Un instant, cédant à la curiosité, il faillit rompre tous les sceaux, mais il résista à la tentation sacrilège.
Le professeur savait que la révolte suivrait très vite, et que des forces terrifiantes seraient libérées, qu’il fallait canaliser pour qu’elles ne détruisent par le malheureux gosse. Il parla, et cette fois le jeune gars l’écouta, comme l’enfant désemparé écoute la voix apaisante de sa mère.
A sa surprise, il vit le maître tendre une enveloppe cachetée d’un sceau analogue à son Famulus qui le brisa, déplia les plis compliqués du papier à la forme et en lut le contenu d’une voix de notaire.
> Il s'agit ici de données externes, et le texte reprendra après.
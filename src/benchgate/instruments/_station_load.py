"""Reading a station YAML file into :class:`~benchgate.instruments.station.Station`.

Every problem is collected with its file:line:column and raised together as PlanErrors.
"""

from __future__ import annotations

import datetime as dt
from typing import Any

from benchgate.errors import PlanError, PlanErrors
from benchgate.instruments.registry import KIND_ROLES
from benchgate.instruments.station import ROLES, Calibration, InstrumentConfig, Station
from benchgate.plan.yamlpos import YNode, load_file
from benchgate.units import UnitError, parse_quantity
from benchgate.units.parse import NotFiniteError

_TOP_KEYS = {"station", "description", "instruments"}
_ADDRESS_KEYS = ("port", "url", "usb", "resource")
_MAX_TIMEOUT = 3600.0  # s; longer is a typo, and would overflow some OS timeouts
_CAL_KEYS = {"date", "due", "gain", "offset"}
# ADC keys with their reader; anything else in an ADC entry is an error (a typo must not pass)
_ADC_DEFAULTS: dict[str, Any] = {
    "baudrate": 115200, "protocol": "framed", "channels": ("ch0",), "bits": 12, "vref": 3.3,
    "clock_ppm": None, "dtr_low": False, "rts_low": None, "identify_timeout": 2.0,
    "max_loss": 0.0, "rate": None, "timestamps": False, "exclusive": True, "handshake": True,
}
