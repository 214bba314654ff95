"""The configuration file: loaded with ``yaml.safe_load`` semantics and validated in one place.

Every error names the YAML key path and the line, for example::

    config.yaml:14: streams[1].detection.min_shift_sigma: must be a positive number, got -1

Unknown keys are errors with a "did you mean" hint.  The same definitions
produce the JSON Schema shipped in ``config/`` (:func:`json_schema`).
"""

from __future__ import annotations

import difflib
import math
import re
from collections.abc import Callable
from dataclasses import MISSING, dataclass, field, fields
from pathlib import Path
from typing import TYPE_CHECKING, Any

from shiftwatch.core.plans import filter_matches
from shiftwatch.core.settings import (
    MIN_SIGMA_HIGHEST,
    MIN_SIGMA_LOWEST,
    NUMBER_RANGES,
    TEST_NAMES,
    WHOLE_RANGES,
    DetectionSettings,
)
from shiftwatch.core.timefmt import parse_duration
from shiftwatch.decode import MAX_PREFIX_LEVELS, stream_name

if TYPE_CHECKING:
    import yaml


class ConfigError(ValueError):
    """A configuration problem: carries the file, line and key path."""

    def __init__(self, path: str, message: str, *, file: str | None = None, line: int | None = None):
        self.key_path = path
        self.message = message
        self.file = file
        self.line = line
        where = file or "config"
        if line is not None:
            where += f":{line}"
        shown = _counted_path(path)
        super().__init__(f"{where}: {shown}: {message}" if path else f"{where}: {message}")


def _ordinal(n: int) -> str:
    """1st, 2nd, 3rd, 4th, ..., 11th, 12th, 13th, 21st.

    Examples
    --------
    >>> [_ordinal(n) for n in (1, 2, 3, 4, 11, 12, 13, 21, 22, 101, 111)]
    ['1st', '2nd', '3rd', '4th', '11th', '12th', '13th', '21st', '22nd', '101st', '111th']
    """
    suffix = "th" if 10 <= n % 100 <= 20 else {1: "st", 2: "nd", 3: "rd"}.get(n % 10, "th")
    return f"{n}{suffix}"


def _counted_path(path: str) -> str:
    """A key path as an engineer counts: ``streams[2].unit`` reads "the 3rd stream (streams[2]): unit".

    Examples
    --------
    >>> _counted_path("streams[2].detection.min_shift_sigma")
    'the 3rd stream (streams[2]): detection.min_shift_sigma'
    >>> _counted_path("streams[0]"), _counted_path("broker.url")
    ('the 1st stream (streams[0])', 'broker.url')
    """
    m = re.match(r"streams\[(\d+)\]\.?", path)
    if m is None:
        return path
    rest = path[m.end():]
    head = f"the {_ordinal(int(m.group(1)) + 1)} stream (streams[{m.group(1)}])"
    return f"{head}: {rest}" if rest else head


# --------------------------------------------------------------------- schema
@dataclass(frozen=True)
class Key:
    """One key of a section: its type checker, default and description."""

    check: Callable[[Any], Any]
    default: Any = MISSING
    help: str = ""
    schema: dict[str, Any] = field(default_factory=dict)
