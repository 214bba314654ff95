"""Long fuzz run of the decoders and the daemon's message path, and a flood of new topics.

Usage, from the repository root with the package installed and mosquitto available::

    python tests/bench/bench_fuzz.py            # full run, 10 to 30 minutes on 2 cores
    python tests/bench/bench_fuzz.py --quick    # smaller counts, for a smoke check

Three parts, each with the strategies of the test suite
(tests/daemon/fuzz_strategies.py), derandomized so a run is repeatable:

1. decoders: hypothesis examples straight into ``shiftwatch.decode.decode``
   (every format, random limits and paths); tally of problems by reason and
   of exceptions (target 0);
2. message path: examples through paho's callback, the hand-over and
   ``Daemon.process`` with real engines, the real Daemon connected to a
   private Mosquitto (the helpers of tests/daemon/test_fuzz.py); tally of
   drops by reason, of accounting violations (target 0: every message adds
   exactly its samples and problems to the counters) and of exceptions
   (target 0);
3. flood of new topics: the real daemon (``shiftwatch run``) and a private
   Mosquitto; 1,000,000 QoS 1 messages on distinct topics, every tenth one
   a bad payload, with one existing stream that steps published among them.
   Targets: the stream cap holds (``shiftwatch_streams`` equals
   ``metrics.max_streams``), the existing stream's sample count is exact
   and its confirmed ``shift_at`` is the step, resident memory does not grow
   with the number of topics (from the 100,000th topic to the last it grows
   by at most 5% of the idle daemon's RSS; RSS from /proc/PID/status idle,
   at the cap, at 100,000 topics, during and after), and at most one log
   line per reason per 10 s.

4. Sparkplug B decoding: sequences of hypothesis examples (births, data,
   deaths, commands on random topics; built, merged, truncated protobuf and
   raw bytes) straight into ``shiftwatch.sparkplug.SparkplugSessions``;
   tally of problems by reason, of exceptions and of messages neither taken
   in nor set aside with a reason (targets 0, 0).  ``--sparkplug-only`` runs
   this part alone.
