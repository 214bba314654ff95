"""Tests of the MQTT payload decoders (shiftwatch.decode).

References:
- RFC 8428 (SenML), the examples of section 5.1 and the rules of sections
  4.5.1 (names), 4.5.3 (relative time) and 4.6 (resolution).  The RFC text
  was not at hand while writing these tests: the examples are recalled from
  memory and say so beside each one.  The expected readings follow from the
  resolution rules, which the tests state explicitly.
- RFC 3339 section 5.8 (date-time examples); the expected epoch values are
  computed here with calendar.timegm from the broken-down UTC time, not with
  the parser under test.

Demo names (the Brackenfield plant, its fillers, ovens and cappers) are
invented.
"""

from __future__ import annotations

import calendar
import json
import math
import re
from pathlib import Path
from typing import Any

import numpy as np
import pytest
from hypothesis import given, settings
from hypothesis import strategies as st

from shiftwatch import decode as decode_module
from shiftwatch.decode import (
    REASONS,
    Decoded,
    DecodeProblem,
    Reading,
    decode,
    decode_many,
    stream_name,
)

from .fuzz_strategies import JSON_VALUES, PATHS, PROPERTY, SCALARS, SENML_RECORDS, TOKENS, is_safe

NOW = 1764633600.0  # 2025-12-02T00:00:00Z, the arrival time used throughout
SENML_NAME = re.compile(r"[A-Za-z0-9][A-Za-z0-9\-:./_]*")  # RFC 8428 section 4.5.1


def reasons(out: Decoded) -> list[str]:
    return [p.reason for p in out.problems]


def check_invariants(out: Decoded, fmt: str) -> None:
    """What every result must satisfy, whatever the payload."""
    assert isinstance(out, Decoded)
    assert out.readings or out.problems  # every payload is accounted for
    for p in out.problems:
        assert isinstance(p, DecodeProblem)
        assert p.reason in REASONS, p
        assert isinstance(p.message, str) and p.message
    for r in out.readings:
        assert isinstance(r, Reading)
        assert type(r.value) is float and math.isfinite(r.value), r
        assert r.time is None or (type(r.time) is float and math.isfinite(r.time)), r
        assert r.unit is None or isinstance(r.unit, str)
        if fmt == "senml":
            assert isinstance(r.name, str) and SENML_NAME.fullmatch(r.name), r
            assert r.time is not None
        else:
            assert r.name is None and r.unit is None


def rfc3339_expected(y: int, mo: int, d: int, h: int, mi: int, s: int, frac: float = 0.0) -> float:
    return calendar.timegm((y, mo, d, h, mi, s, 0, 0, 0)) + frac


# ---------------------------------------------------------------------------
# Every reason label: one example each, and REASONS covers what the code uses.

REASON_EXAMPLES: dict[str, tuple[bytes, str, dict[str, Any]]] = {
    "too_large": (b"12345678901", "number", {"max_bytes": 10}),
    "not_utf8": (b"\xff12", "number", {}),
    "not_json": (b'{"value": 1', "json", {}),
    "too_deep": (b"[[[1]]]", "json", {"max_depth": 2}),
    "empty": (b"", "json", {}),
    "too_many_items": (b"[1, 2, 3]", "json", {"max_items": 2}),
    "not_an_object": (b"[[1]]", "json", {}),
    "no_value": (b'{"weight_g": 500}', "json", {}),
    "not_a_number": (b'{"value": true}', "json", {}),
    "value_is_text": (b'{"value": "12.5"}', "json", {}),
    "nan": (b"nan", "number", {}),
    "infinite": (b"-inf", "number", {}),
    "no_time": (b'{"value": 1}', "json", {"time_path": "ts"}),
    "bad_time": (b'{"value": 1, "ts": "yesterday"}', "json", {"time_path": "ts"}),
    "senml_invalid": (b'[{"v": 1}]', "senml", {}),
    "duplicate_key": (b'{"value": 1, "value": 2}', "json", {}),
}


def test_every_reason_has_an_example_and_a_sentence() -> None:
    assert set(REASON_EXAMPLES) == set(REASONS)
    for label, sentence in REASONS.items():
        assert re.fullmatch(r"[a-z0-9]+(?:_[a-z0-9]+)*", label)
        assert sentence[0].isupper() and sentence.endswith(".")


@pytest.mark.parametrize("reason", sorted(REASON_EXAMPLES))
def test_each_reason_is_produced(reason: str) -> None:
    payload, fmt, kwargs = REASON_EXAMPLES[reason]
    out = decode(payload, fmt, now=NOW, **kwargs)
    assert reason in reasons(out)
    check_invariants(out, fmt)


def test_reasons_cover_every_label_in_the_source() -> None:
    source = Path(decode_module.__file__).read_text(encoding="utf-8")
    used = set(re.findall(r'(?:_Reject|DecodeProblem)\(\s*"([a-z_0-9]+)"', source))
    assert used == set(REASONS), used ^ set(REASONS)


# ---------------------------------------------------------------------------
# number

@pytest.mark.parametrize("payload, value", [
    (b"500.25", 500.25), (b" 500.25\n", 500.25), (b"\t-12\r\n", -12.0), (b"+.5", 0.5),
    (b"7.", 7.0), (b"1e3", 1000.0), (b"-2.5E-3", -0.0025), (b"0", 0.0), (b"\xef\xbb\xbf42", 42.0),
])
def test_number_good(payload: bytes, value: float) -> None:
    out = decode(payload, "number", now=NOW)
    assert out == Decoded([Reading(None, None, value, None)], [])


@pytest.mark.parametrize("payload, reason", [
    (b"nan", "nan"), (b"NaN", "nan"), (b"-nan", "nan"), (b" NAN ", "nan"),
    (b"inf", "infinite"), (b"-inf", "infinite"), (b"Infinity", "infinite"), (b"+infinity", "infinite"),
    (b"1e999", "infinite"), (b"9" * 400, "infinite"),
    (b"12,5", "not_a_number"), (b"12.5 g", "not_a_number"), (b"0x10", "not_a_number"),
    (b"1_000", "not_a_number"), ("\u0661\u0662".encode(), "not_a_number"), (b"--1", "not_a_number"),
    (b"{\"value\": 1}", "not_a_number"), (b"", "empty"), (b"  \n", "empty"),
])
def test_number_bad(payload: bytes, reason: str) -> None:
    out = decode(payload, "number", now=NOW)
    assert out.readings == [] and reasons(out) == [reason]


def test_long_digit_runs() -> None:
    # Regression: an ambiguous number pattern once made these quadratic in the payload size.
    digits = b"9" * 65000
    assert reasons(decode(digits + b"x", "number", now=NOW)) == ["not_a_number"]
    assert reasons(decode(digits + b"e", "number", now=NOW)) == ["not_a_number"]
    assert reasons(decode(b"1." + digits + b"e", "number", now=NOW)) == ["not_a_number"]
    assert reasons(decode(b'{"value": "' + digits + b'x"}', "json", now=NOW)) == ["not_a_number"]
    assert reasons(decode(b'{"value": "' + digits + b'"}', "json", now=NOW)) == ["value_is_text"]
    assert reasons(decode(b'{"value": 1, "ts": "' + digits + b'"}', "json", time_path="ts", now=NOW)) == ["bad_time"]
    assert reasons(decode(b'[{"n": "' + b"a" * 65000 + b' ", "v": 1}]', "senml", now=NOW)) == ["senml_invalid"]


# ---------------------------------------------------------------------------
# json

def test_json_value_paths() -> None:
    doc = b'{"value": 1.5, "data": {"weight_g": 498, "deep": {"x": -3}}, "a.b": 7}'
    assert decode(doc, "json", now=NOW).readings[0].value == 1.5
    assert decode(doc, "json", value_path="data.weight_g", now=NOW).readings[0].value == 498.0
    assert decode(doc, "json", value_path="data.deep.x", now=NOW).readings[0].value == -3.0
    # The whole path is tried as one key first.
    assert decode(doc, "json", value_path="a.b", now=NOW).readings[0].value == 7.0
    missing = decode(doc, "json", value_path="data.volume_ml", now=NOW)
    assert missing.readings == [] and reasons(missing) == ["no_value"]
    through_number = decode(doc, "json", value_path="value.x", now=NOW)
    assert reasons(through_number) == ["no_value"]
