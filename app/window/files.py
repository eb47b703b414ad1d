"""The main window's file features: undo/redo of finished edits, recent files, crash copies, the
exports and the design-review report, as menu actions.

``MainWindow`` creates one :class:`FileFeatures` and tells it when a file was opened or saved and
when the window closes; everything else hooks onto the comparison state's one edit path.
"""

from __future__ import annotations

from pathlib import Path

import platformdirs
from PySide6.QtCore import QObject, Qt, QTimer, Signal
from PySide6.QtGui import QAction, QGuiApplication, QKeySequence
from PySide6.QtWidgets import QFileDialog, QLineEdit, QMenu, QMessageBox, QSpinBox, QWidget

from rungwise.core import evaluate
from rungwise.core.designfile import DesignFile
from rungwise.core.errors import RungwiseError
from rungwise.core.targets import AnalysisSettings, Targets

from .autosave import Autosave, Recovered
from .comparison_state import with_colours
from .edit_history import EditHistory
from .memory import CONFIG_ENV, config_dir
from .recent_files import RecentFiles

AUTOSAVE_DELAY_MS = 1500
"""A crash copy is written this long after the last finished edit, ms."""

TABLE_FILTER = ("Excel workbook (*.xlsx);;CSV (*.csv);;Markdown (*.md);;HTML page (*.html)")


def state_folder() -> Path:
    """Where crash copies live: beside the settings when ``RUNGWISE_CONFIG_DIR`` is set (tests),
    else the user state folder (platformdirs)."""
    import os

    if os.environ.get(CONFIG_ENV):
        return config_dir() / "autosave"
    return Path(platformdirs.user_state_dir("rungwise", appauthor=False)) / "autosave"
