"""Several parts at once: every set of up to three parts that explains a measured curve.

Model (as in ``suspects.py``, now with a set S of parts): V_meas ≈ a + s·V_net(R_p = R_p0·(1 + d_p),
p ∈ S). First the sensitivity of the network's output to each part (one batched solve) gives a
linear least-squares fit for *every* set of one, two and three parts at once (small normal
equations, stacked); the sets that explain the curve within the noise and hold no smaller set that
already does are kept, best first, and refined by Gauss–Newton on the exact network (each step
one batched solve for every kept set).

Within the noise: the meter's floor is the RMS its pooled noise (from repeats; else
:data:`MIN_NOISE_LSB` per reading) leaves on the per-code means. A set explains the curve when its
residual RMS is at most :data:`TIE` × max(best set's, floor), and the best set's is itself at most
:data:`UNEXPLAINED` × floor + :data:`UNEXPLAINED_LSB` (else nothing explains it and the closest
sets are listed as such); extra measurements must be explained too, each block by the same rule
(output resistances against their assumed uncertainty, :data:`ROUT_NOISE`). The linear pass
only screens: the best :data:`SCREENED` sets of each size are refined on the exact network before
they are judged.

Identifiability: the bit-weight sensitivity matrix W (bits × parts: how each part's deviation moves
each least-squares bit weight; the gain direction removed when the gain is free) has rank at most
N − 1 while an R-2R ladder has 2N parts. Parts whose columns are linearly dependent (up to three
at a time) change the bit weights the same way: the curve cannot tell them apart. Extra
measurements add rows: the output resistance at some codes, or the curve again with a known load
(its change with the load carries the output resistance at every code).
"""

from __future__ import annotations

import itertools
import threading
from dataclasses import dataclass, field

import numpy as np

from ..design import Design
from ..network import PartList
from ..solve import solve
from ..topologies import build
from .bit_weights import bit_matrix
from .reading import Measurement, MeasurementError
from .suspects import DiagnosisCancelled, _element_ids
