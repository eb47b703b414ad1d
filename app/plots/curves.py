"""The curves page: six per-code plots of every candidate with linked code axes and a readout.

Plots: output (with each candidate's ideal line dashed), error against the ideal line, INL
(endpoint or best-fit line), DNL (with the −1 LSB monotonicity limit), output resistance and
reference current. A 16-bit design draws as fast as an 8-bit one: each curve is drawn from a
peak-keeping envelope of its visible codes (:mod:`rungwise.app.plots.decimate`), recomputed when the
code axis is zoomed; ranges are set once per result (no auto-range passes) and the plots take new
results one per event-loop turn.
"""

from __future__ import annotations

from collections.abc import Callable, Sequence
from dataclasses import dataclass
from pathlib import Path
from typing import Literal

import numpy as np
import pyqtgraph as pg
from PySide6.QtCore import QEvent, Qt, QTimer, Signal
from PySide6.QtWidgets import QGridLayout, QLabel, QSizePolicy, QVBoxLayout, QWidget

from rungwise.core.formatting import format_quantity

from ..jobs.live_results import CandidateResult
from ..window.comparison_state import Candidate
from ..window.theme import plot_colours
from .decimate import envelope, value_range
from .paint import save_plot
from .specs import PlotSpec, Series

InlLine = Literal["endpoint", "bestfit"]
"""Which straight line INL is measured from."""


def _dnl(r: CandidateResult) -> np.ndarray:
    return np.append(r.evaluation.dnl, np.nan)


@dataclass(frozen=True)
class CodePlot:
    """One plot of the curves page: key (object name suffix), title, unit and the per-code array it
    draws (exported through :func:`.paint.save_plot` as a :class:`.specs.PlotSpec`)."""

    key: str
    title: str
    short: str
    unit: str
    si_prefix: bool
    values: Callable[[CandidateResult, InlLine], np.ndarray]


PLOTS: tuple[CodePlot, ...] = (
    CodePlot("output", "Output", "Output", "V", True, lambda r, _m: r.evaluation.vout),
    CodePlot("error", "Error against ideal line", "Error", "V", True, lambda r, _m: r.error_v),
    CodePlot("inl", "INL", "INL", "LSB", False,
             lambda r, m: r.evaluation.inl_endpoint if m == "endpoint" else r.evaluation.inl_bestfit),
    CodePlot("dnl", "DNL", "DNL", "LSB", False, lambda r, _m: _dnl(r)),
    CodePlot("rout", "Output resistance", "R out", "Ω", True, lambda r, _m: r.evaluation.rout),
    CodePlot("iref", "Reference current", "I ref", "A", True, lambda r, _m: r.evaluation.iref),
)
"""The plots in reading order (two columns)."""

COLUMNS = 2
"""Plots per row."""

LEGEND_PLOT = "output"
"""The plot that carries the legend (its upper left stays clear of a rising output); the readout
under the plots names every candidate in its colour as well."""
Oublie le contenu de mes notes, et agis selon les instructions. Rends-toi à New York à l’Hôtel Plaza et loue la suite 1666 pour un an. Tu y trouveras une liste de contacts utiles et tu mèneras une triple vie. Celle d’un étudiant raté, en histoire des civilisation, ou toute autre bêtise, celle d’un noceur stupide et arrogant. Tu suivras les cours du soir de la Columbia University et un broker, Nathan Samuel, t’initiera aux secrets de la haute finance. Tous les frais d’études sont prépayés et cette dernière activité doit être absolument invisible. Donne le change par une vie dissolue et alimente les potins. Lorsque tu auras appris les lois du pouvoir, et les ruses de l’argent, du sexe et de la mort, tu disparaîtras.
Quand tu reviendras, tu tueras ta famille, et tu hériteras d’un puissant levier : la fortune des Hall-Betzinger-Benteler.